1950s US science fiction magazine

Super-Science Fiction was an American digest science fiction magazine published from 1956 to 1959, edited by W. W. Scott and published by Feature Publications. Robert Silverberg and Harlan Ellison, who were at the start of their careers at the time, were already selling crime stories to Scott for his other magazines, Trapped and Guilty, and quickly started bringing Scott science fiction stories as well. Scott bought scores of stories from the pair during the magazine's short life; Silverberg in particular had at least one story in every single issue, and often two or three (and on one occasion, four). Much of the remainder was sent in by literary agents, and generally comprised material rejected by other magazines first, though Scott did obtain two stories from Isaac Asimov.
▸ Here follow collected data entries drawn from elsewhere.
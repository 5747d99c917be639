"""A plain trailing-edge flap in thin-airfoil theory: steady (Glauert) and harmonic (Theodorsen) loads.

Symbols follow T. Theodorsen, NACA Report 496 (1935): b = c/2 the semichord,
a the pitch axis and c_h (written ``e`` in the code, to keep ``c`` free for
the chord) the hinge, both aft of mid-chord in semichords; beta the flap
deflection, trailing edge down positive; h_T the plunge positive down.  The
flap chord is c_f = b (1 - e).  The T functions are those of the report
(also R. L. Bisplinghoff, H. Ashley & R. L. Halfman, *Aeroelasticity*, 1955,
ch. 5); the T's beyond those written in the project's list of references are
stated from memory and checked in the tests: the steady limits against
Glauert's formulas and the harmonic ones against the discrete-vortex model.
"""

from __future__ import annotations

import numpy as np

__all__ = ["hinge_e", "t_functions", "glauert_flap", "theodorsen_flap_loads",
           "flap_nc_terms", "camber_hinge_moment"]


def hinge_e(hinge):
    """Hinge position e aft of mid-chord in semichords from the chord fraction x_h: e = 2 x_h - 1."""
    return 2.0 * float(hinge) - 1.0


def t_functions(e, a=-0.5):
    """Theodorsen's geometric functions T1 ... T14 of a flap hinged at e (pitch axis a).

    Returns a dict ``{1: T1, ..., 14: T14}`` (T. Theodorsen, NACA Report 496,
    1935; the hinge there is c, here e).
    """
    s = np.sqrt(1.0 - e * e)
    ac = np.arccos(e)
    T = {}
    T[1] = -(1.0 / 3.0) * s * (2.0 + e * e) + e * ac
    T[2] = e * (1.0 - e * e) - s * (1.0 + e * e) * ac + e * ac * ac
    T[3] = (-(0.125 + e * e) * ac * ac + 0.25 * e * s * ac * (7.0 + 2.0 * e * e)
            - 0.125 * (1.0 - e * e) * (5.0 * e * e + 4.0))
    T[4] = -ac + e * s
    T[5] = -(1.0 - e * e) - ac * ac + 2.0 * e * s * ac
    T[6] = T[2]
    T[7] = -(0.125 + e * e) * ac + 0.125 * e * s * (7.0 + 2.0 * e * e)
    T[8] = -(1.0 / 3.0) * s * (2.0 * e * e + 1.0) + e * ac
    T[9] = 0.5 * ((1.0 / 3.0) * s ** 3 + a * T[4])
    T[10] = s + ac
    T[11] = ac * (1.0 - 2.0 * e) + s * (2.0 - e)
    T[12] = s * (2.0 + e) - ac * (2.0 * e + 1.0)
    T[13] = 0.5 * (-T[7] - (e - a) * T[1])
    T[14] = 1.0 / 16.0 + 0.5 * a * e
    return T


def glauert_flap(hinge):
    """Steady thin-airfoil flap derivatives (per radian of deflection, trailing edge down).

    dcl/dbeta = 2 (pi - theta_h + sin theta_h) and dcm_c/4/dbeta =
    (sin 2 theta_h - 2 sin theta_h) / 4 with cos theta_h = 1 - 2 x_h
    (H. Glauert, *The Elements of Aerofoil and Airscrew Theory*, 1926;
    I. H. Abbott & A. E. von Doenhoff, *Theory of Wing Sections*, 1959, ch. 4).

    Returns
    -------
    dcl, dcm : float
    """
    th = np.arccos(1.0 - 2.0 * float(hinge))
    return (float(2.0 * (np.pi - th + np.sin(th))),
            float((np.sin(2.0 * th) - 2.0 * np.sin(th)) / 4.0))


def flap_nc_terms(e, a, beta, beta_dot, beta_ddot, alpha_dot=0.0, alpha_ddot=0.0, hT_ddot=0.0):
    """The flap's share of the lift and pitching moment, and the whole hinge moment, of Theodorsen's theory.

    Arguments are nondimensional as in :func:`unsteady.theory.apparent_mass`:
    ``beta`` (rad), ``beta_dot`` = b beta'/U, ``beta_ddot`` = b^2 beta''/U^2,
    ``alpha_dot`` = b alpha'/U, ``alpha_ddot`` = b^2 alpha''/U^2,
    ``hT_ddot`` = b h_T''/U^2 (h_T positive down).  Real or complex, scalars or arrays.

    Returns
    -------
    q_flap : the flap's 3/4-chord downwash over U, T10 beta / pi + T11 beta' / (2 pi)
        (added to the pitch-and-plunge Q before the lift deficiency C(k) or the Wagner sum);
    cl_nc : the flap's apparent-mass lift, L / (rho U^2 b): -T4 beta' - T1 beta'';
    M_nc : the flap's non-circulatory moment about the pitch axis, M / (rho U^2 b^2):
        -[(T4 + T10) beta + (T1 - T8 - (e - a) T4 + T11/2) beta' - (T7 + (e - a) T1) beta''];
    Mh_nc : the non-circulatory hinge moment M_beta / (rho U^2 b^2), trailing edge down
        positive: -[(-2 T9 - T1 + T4 (a - 1/2)) alpha' + 2 T13 alpha'' + (T5 - T4 T10) beta / pi
        - T4 T11 beta' / (2 pi) - T3 beta'' / pi - T1 h_T''];
    mh_circ : the factor of the circulatory hinge moment: M_beta,c / (rho U^2 b^2) = -T12 Q~
        with Q~ the lagged downwash (C(k) Q, or cl_c / (2 pi)).
    """
    T = t_functions(e, a)
    q_flap = T[10] * beta / np.pi + T[11] * beta_dot / (2.0 * np.pi)
    cl_nc = -T[4] * beta_dot - T[1] * beta_ddot
    M_nc = -((T[4] + T[10]) * beta + (T[1] - T[8] - (e - a) * T[4] + 0.5 * T[11]) * beta_dot
             - (T[7] + (e - a) * T[1]) * beta_ddot)
    Mh_nc = -((-2.0 * T[9] - T[1] + T[4] * (a - 0.5)) * alpha_dot + 2.0 * T[13] * alpha_ddot
              + (T[5] - T[4] * T[10]) * beta / np.pi - T[4] * T[11] * beta_dot / (2.0 * np.pi)
              - T[3] * beta_ddot / np.pi - T[1] * hT_ddot)
    return q_flap, cl_nc, M_nc, Mh_nc, -T[12]


def theodorsen_flap_loads(k, hinge, beta_amp=1.0, pivot=0.25):
    """Complex amplitudes of cl, cm_c/4 and ch of a harmonically deflected flap (no pitch or plunge).

    beta(t) = Re[beta_amp e^{i omega t}] (rad, trailing edge down), k = omega b / U.
    Theodorsen's flap terms (NACA Report 496, 1935): the lift
    pi rho b^2 (-(U/pi) T4 beta' - (b/pi) T1 beta'') + 2 pi rho U b C(k) ((U/pi) T10 beta
    + (b/2pi) T11 beta'), the moment and the hinge moment M_beta of the same report.
    cl = L / (0.5 rho U^2 c), cm nose-up about the quarter chord / (0.5 rho U^2 c^2),
    ch = M_beta / (0.5 rho U^2 c_f^2), c_f = (1 - x_h) c, positive pushing the trailing edge down.
    """
    from . import theodorsen
    k = np.asarray(k, dtype=float)
    e = hinge_e(hinge)
    a = 2.0 * float(pivot) - 1.0
    C = np.asarray(theodorsen(k))
    beta = np.asarray(beta_amp, dtype=complex)
    q, cl_nc, M_nc, Mh_nc, mh_c = flap_nc_terms(e, a, beta, 1j * k * beta, -(k ** 2) * beta)
    cl = cl_nc + 2.0 * np.pi * C * q
    cm_pivot = 0.5 * (M_nc + 2.0 * np.pi * (a + 0.5) * C * q)
    cm = cm_pivot + cl * (0.25 - float(pivot))
    ch = (Mh_nc + mh_c * C * q) / (0.5 * (1.0 - e) ** 2)
    return complex(cl) if cl.ndim == 0 else cl, complex(cm) if np.ndim(cm) == 0 else cm, \
        complex(ch) if np.ndim(ch) == 0 else ch


def camber_hinge_moment(slope_fn, hinge, n=200, breaks=(), terms=120):
    """Hinge-moment coefficient of a camber line's own loading at its zero-lift angle.

    Thin-airfoil loading dcp(theta) = 4 [A0 (1 + cos theta)/sin theta + sum An sin n theta]
    with A0 = alpha_L0 - (1/pi) int dz/dx dtheta and An = (2/pi) int dz/dx cos n theta
    dtheta (Abbott & von Doenhoff, *Theory of Wing Sections*, 1959, ch. 4), integrated
    over the flap: ch = -int_{x_h}^1 dcp (x - x_h) dx / (1 - x_h)^2 (trailing edge down
    positive).  At zero lift the flat-plate part (Theodorsen's T12 term on Q) is zero, so
    this is what the camber adds to the hinge moment.
    """
    from . import _theta_nodes, zero_lift_angle
    theta, w = _theta_nodes(int(n), breaks)
    dzdx = np.asarray(slope_fn(0.5 * (1.0 - np.cos(theta))), dtype=float)
    aL0 = zero_lift_angle(slope_fn, n, breaks)
    A0 = aL0 - np.sum(w * dzdx) / np.pi
    An = [2.0 / np.pi * np.sum(w * dzdx * np.cos(m * theta)) for m in range(1, terms + 1)]
    th_h = np.arccos(1.0 - 2.0 * float(hinge))
    tq, wq = np.polynomial.legendre.leggauss(200)
    th = 0.5 * (np.pi - th_h) * tq + 0.5 * (np.pi + th_h)
    wt = 0.5 * (np.pi - th_h) * wq
    # dx = sin(theta)/2 dtheta; A0 term's 1/sin theta cancels
    x = 0.5 * (1.0 - np.cos(th))
    load = 4.0 * A0 * (1.0 + np.cos(th)) * 0.5
    load = load + 4.0 * sum(A * np.sin((m + 1) * th) for m, A in enumerate(An)) * 0.5 * np.sin(th)
    return float(-np.sum(wt * load * (x - hinge)) / (1.0 - hinge) ** 2)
After a couple of years, Feature decided to switch the focus of the magazine to monster stories, hoping to cash in on the trend that was making Famous Monsters of Filmland a success at that time. Four more issues appeared, all the stories featuring a monster in some way, but Feature brought the axe down in 1959. The last issue was dated October that year. The magazine is not highly regarded by critics, though Silverberg considers the material he wrote for Scott and other action-adventure magazine publishers to have helped him learn his trade as a writer.

== Publication history ==
In 1940, Feature Publications began publishing Prize Comics, and followed this with other successful superhero titles, including Frankenstein Comics and Headline Comics. The Comics Code, introduced in 1954, forced Feature to stop publication of all three titles by late 1956. Two crime magazines took their place: Trapped, under their Headline imprint, and Guilty. Both were edited by William W. Scott, who had come over to Feature from Fiction House, which had gone out of business in 1955. Feature added Super-Science Fiction to Headline's list at the end of 1956, and gave it to Scott to edit, though he was not knowledgeable about the genre. According to Robert Silverberg's later recollection, the new magazine had been Scott's idea, and Scott had persuaded Feature to launch it. Scott paid two cents a word for both fiction and non-fiction, a rate that made the magazine competitive with the other major titles in the field.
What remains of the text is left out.